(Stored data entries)
= Beginning of Section =

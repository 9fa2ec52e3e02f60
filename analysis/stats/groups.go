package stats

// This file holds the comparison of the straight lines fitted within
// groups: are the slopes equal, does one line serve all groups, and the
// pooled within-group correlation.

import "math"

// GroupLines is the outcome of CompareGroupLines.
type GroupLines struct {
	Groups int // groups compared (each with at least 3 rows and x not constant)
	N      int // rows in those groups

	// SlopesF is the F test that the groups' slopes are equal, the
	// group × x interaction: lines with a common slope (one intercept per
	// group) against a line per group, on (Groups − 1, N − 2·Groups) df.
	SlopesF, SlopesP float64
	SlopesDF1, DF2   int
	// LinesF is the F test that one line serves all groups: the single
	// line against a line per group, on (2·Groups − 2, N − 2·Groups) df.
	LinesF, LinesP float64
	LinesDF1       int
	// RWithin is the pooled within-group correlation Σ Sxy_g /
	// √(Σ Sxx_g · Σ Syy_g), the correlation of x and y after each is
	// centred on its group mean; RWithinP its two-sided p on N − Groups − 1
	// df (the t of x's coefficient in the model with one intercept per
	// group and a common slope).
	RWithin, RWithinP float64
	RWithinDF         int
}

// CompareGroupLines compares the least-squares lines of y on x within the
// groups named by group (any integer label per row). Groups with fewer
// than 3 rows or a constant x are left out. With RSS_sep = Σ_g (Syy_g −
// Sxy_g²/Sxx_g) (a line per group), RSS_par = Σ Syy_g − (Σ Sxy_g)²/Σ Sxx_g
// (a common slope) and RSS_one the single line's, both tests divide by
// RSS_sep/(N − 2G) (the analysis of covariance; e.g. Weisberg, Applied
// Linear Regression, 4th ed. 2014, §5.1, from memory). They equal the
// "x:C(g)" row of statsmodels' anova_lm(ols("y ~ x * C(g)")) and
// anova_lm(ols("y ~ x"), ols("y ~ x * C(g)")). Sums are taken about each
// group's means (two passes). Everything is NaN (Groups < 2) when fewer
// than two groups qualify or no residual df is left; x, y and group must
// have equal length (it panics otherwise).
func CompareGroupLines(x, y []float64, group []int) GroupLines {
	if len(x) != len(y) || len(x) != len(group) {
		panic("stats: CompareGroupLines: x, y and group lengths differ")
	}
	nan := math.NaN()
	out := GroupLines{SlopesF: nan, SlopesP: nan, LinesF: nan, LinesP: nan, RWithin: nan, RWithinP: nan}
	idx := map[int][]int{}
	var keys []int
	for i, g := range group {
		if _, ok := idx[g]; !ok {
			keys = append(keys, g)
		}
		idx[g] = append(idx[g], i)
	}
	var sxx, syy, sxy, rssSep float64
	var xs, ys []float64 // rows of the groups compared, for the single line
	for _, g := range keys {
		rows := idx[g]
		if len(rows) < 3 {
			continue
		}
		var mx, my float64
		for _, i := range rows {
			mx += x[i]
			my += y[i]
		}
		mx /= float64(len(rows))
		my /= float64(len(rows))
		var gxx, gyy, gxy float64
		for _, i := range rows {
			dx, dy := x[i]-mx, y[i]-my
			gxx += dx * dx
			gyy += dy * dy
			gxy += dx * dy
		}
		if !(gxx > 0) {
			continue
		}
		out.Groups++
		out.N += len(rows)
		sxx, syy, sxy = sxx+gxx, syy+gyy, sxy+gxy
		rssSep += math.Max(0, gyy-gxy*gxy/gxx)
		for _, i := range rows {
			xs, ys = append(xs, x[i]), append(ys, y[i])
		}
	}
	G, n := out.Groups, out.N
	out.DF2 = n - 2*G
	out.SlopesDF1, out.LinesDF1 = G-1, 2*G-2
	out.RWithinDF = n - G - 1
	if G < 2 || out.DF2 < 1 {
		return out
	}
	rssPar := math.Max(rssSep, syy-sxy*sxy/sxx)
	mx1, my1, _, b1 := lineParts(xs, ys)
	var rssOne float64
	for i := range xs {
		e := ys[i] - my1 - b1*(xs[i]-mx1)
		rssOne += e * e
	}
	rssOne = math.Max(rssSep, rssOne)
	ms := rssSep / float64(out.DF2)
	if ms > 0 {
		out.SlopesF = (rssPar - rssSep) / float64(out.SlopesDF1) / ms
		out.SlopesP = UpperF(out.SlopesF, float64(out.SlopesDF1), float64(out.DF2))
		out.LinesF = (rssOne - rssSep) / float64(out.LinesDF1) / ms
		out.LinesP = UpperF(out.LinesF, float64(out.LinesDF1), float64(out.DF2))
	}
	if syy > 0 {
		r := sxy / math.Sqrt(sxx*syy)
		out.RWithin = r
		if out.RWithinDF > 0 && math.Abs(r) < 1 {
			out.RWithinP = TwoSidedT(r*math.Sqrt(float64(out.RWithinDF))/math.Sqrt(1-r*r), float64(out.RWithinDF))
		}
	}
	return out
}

= End of Section =

- WHAT IS REQUIRED: Using the data above, transcribe the lines that run from the line with "in those groups" to the line with "after each is", both ends kept, and output nothing else.

- ANSWER TO THIS EXERCISE:
	N      int // rows in those groups

	// SlopesF is the F test that the groups' slopes are equal, the
	// group × x interaction: lines with a common slope (one intercept per
	// group) against a line per group, on (Groups − 1, N − 2·Groups) df.
	SlopesF, SlopesP float64
	SlopesDF1, DF2   int
	// LinesF is the F test that one line serves all groups: the single
	// line against a line per group, on (2·Groups − 2, N − 2·Groups) df.
	LinesF, LinesP float64
	LinesDF1       int
	// RWithin is the pooled within-group correlation Σ Sxy_g /
	// √(Σ Sxx_g · Σ Syy_g), the correlation of x and y after each is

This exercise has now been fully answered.